1. Engaged in collaboration with onshore and offshore data stewards as well as application development leads to ensure smooth project tracking through JIRA, resulting in a 20% increase in project visibility and coordination efficiency. This joint endeavor enabled effective communication, task handling, and progress oversight, resulting in coordinated project implementation.

2. Oversaw ETL code repositories through continuous integration techniques. Carried out comprehensive code evaluations to maintain rigorous code excellence and compliance with guidelines, guaranteeing the dependability and manageability of the ETL procedures, leading to a 15% decrease in defects and improved development cycle.

3. Demonstrated adeptness in articulating findings and insights to stakeholders in a clear and impactful manner. This effective communication approach facilitated informed decision-making and fostered a shared understanding of project progress and outcomes.

Leadership:

1. Offered valuable technical guidance and oversaw review processes in a dynamic and fast-paced setting, demonstrating the ability to work effectively with minimal supervision.
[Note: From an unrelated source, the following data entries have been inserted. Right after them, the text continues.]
"""Exact characteristic polynomials: residues modulo many primes at once, put together again."""

from __future__ import annotations

import math
from collections.abc import Sequence
from fractions import Fraction
from functools import lru_cache

import numpy as np
from numpy.typing import NDArray

from engine.errors import DesignError

_MOST_BITS = 20_000
_PRIME_BITS = 30  # each prime is above 2^30 and below 2^31, so that products of residues fit 64 bits

IntArray = NDArray[np.int64]


def characteristic_polynomial(matrix: Sequence[Sequence[Fraction]], where: str) -> list[Fraction]:
    """Coefficients of det(s·1 − matrix), highest power first, exact.

    Raises DesignError at `where` for matrices so large and wide-ranging that the coefficients pass 20 000 bits.

    Source: H. Cohen, A Course in Computational Algebraic Number Theory, algorithm 2.2.9 (Hessenberg form in a
    field; from memory, pinned by the tests against another method).
    """
    order = len(matrix)
    scale = math.lcm(1, *(x.denominator for row in matrix for x in row))
    integers = [[int(x * scale) for x in row] for row in matrix]
    # A coefficient is a sum of principal minors, each at most the product of the norms of its rows (or columns).
    rows = sum((1 + sum(map(abs, row))).bit_length() for row in integers)
    columns = sum((1 + sum(map(abs, column))).bit_length() for column in zip(*integers, strict=True))
    bits = min(rows, columns) + 2
    if bits > _MOST_BITS:
        raise DesignError(where, "has too many digits over too many rows; scale the units, or give zeros and poles")
    primes = _primes(bits // _PRIME_BITS + 1)
    residues = np.array([[[x % p for x in row] for row in integers] for p in primes], dtype=np.int64)
    modulus = np.array(primes, dtype=np.int64)
    found = _polynomial(_hessenberg(residues.reshape(len(primes), order, order), modulus), modulus)
    return [c / scale**k for k, c in enumerate(_combined(found, primes))]


@lru_cache(maxsize=64)
def _primes(count: int) -> tuple[int, ...]:
    """The `count` greatest primes below 2^31."""
    found: list[int] = []
    candidate = 2**31 - 1
    while len(found) < count:
        if _is_prime(candidate):
            found.append(candidate)
        candidate -= 2
    return tuple(found)


def _is_prime(number: int) -> bool:
    """Miller-Rabin, decisive below 3 215 031 751 with the bases 2, 3, 5, 7 (OEIS A014233)."""
    if any(number % small == 0 for small in (3, 5, 7, 11, 13, 17, 19, 23)):
        return False
    odd = number - 1
    twos = (odd & -odd).bit_length() - 1
    odd >>= twos
    for base in (2, 3, 5, 7):
        x = pow(base, odd, number)
        if x in (1, number - 1):
            continue
        for _ in range(twos - 1):
            x = x * x % number
            if x == number - 1:
                break
        else:
            return False
    return True


def _hessenberg(h: IntArray, modulus: IntArray) -> IntArray:
    """Similar upper Hessenberg matrices, one a prime; h (primes, n, n) is changed in place."""
    count, order, _ = h.shape
    each = np.arange(count)
    p = modulus[:, None]
    for m in range(1, order - 1):
        # Where the whole column is 0 modulo a prime the pivot is 0 too, and so are all factors below.
        pivot = m + np.argmax(h[:, m:, m - 1] != 0, axis=1)
        h[each, m], h[each, pivot] = h[each, pivot], h[each, m].copy()
        h[each, :, m], h[each, :, pivot] = h[each, :, pivot], h[each, :, m].copy()
        factor = h[:, m + 1 :, m - 1] * _inverse(h[:, m, m - 1], modulus)[:, None] % p
        h[:, m + 1 :, :] = (h[:, m + 1 :, :] - factor[:, :, None] * h[:, m, None, :] % p[:, :, None]) % p[:, :, None]
        gained = (h[:, :, m + 1 :] * factor[:, None, :] % p[:, :, None]).sum(axis=2)
        h[:, :, m] = (h[:, :, m] + gained) % p
    return h


def _inverse(number: IntArray, modulus: IntArray) -> IntArray:
    """number^(p − 2) modulo p, which is the inverse, and 0 for 0."""
    result = np.ones_like(number)
    base = number.copy()
    exponent = modulus - 2
    for bit in range(31):
        result = np.where((exponent >> bit) & 1, result * base % modulus, result)
        base = base * base % modulus
    return result


def _polynomial(h: IntArray, modulus: IntArray) -> IntArray:
    """Characteristic polynomials of Hessenberg matrices, (primes, n + 1), highest power first."""
    count, order, _ = h.shape
    p = modulus[:, None]
    # of[k] is the polynomial of the leading k × k block, lowest power first.
    of = np.zeros((order + 1, count, order + 1), dtype=np.int64)
    of[0, :, 0] = 1
    for k in range(order):
        of[k + 1, :, 1:] = of[k, :, :-1]
        below = np.ones((count, 1), dtype=np.int64)
        for i in range(k, -1, -1):
            weight = below * h[:, i, k, None] % p
            of[k + 1] = (of[k + 1] - weight * of[i] % p) % p
            if i:
                below = below * h[:, i, i - 1, None] % p
    return of[order][:, ::-1]


def _combined(residues: IntArray, primes: tuple[int, ...]) -> list[Fraction]:
    """The integers of least magnitude with these residues (Chinese remainder theorem)."""
    whole = math.prod(primes)
    weights = [whole // p * pow(whole // p, -1, p) for p in primes]
    totals = [sum(w * r for w, r in zip(weights, column, strict=True)) % whole for column in residues.T.tolist()]
    return [Fraction(t - whole if t > whole // 2 else t) for t in totals]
Ensured high-quality outcomes and maintained governance standards despite the challenging environment.

2. Led a 12-member ETL development team, driving the design and implementation of data transformation processes for precise data integration into the warehouse, while prioritizing data quality and performance enhancements. Additionally, adeptly communicated project status updates to foster transparency and cohesion within the team, contributing to efficient workflows.

3. Provided expert guidance and comprehensive training to junior ETL developers. Covered essential ETL development methodologies, data modeling best practices, and fundamental data integration concepts. This mentoring effort empowered the team with essential skills and knowledge for optimized data workflows.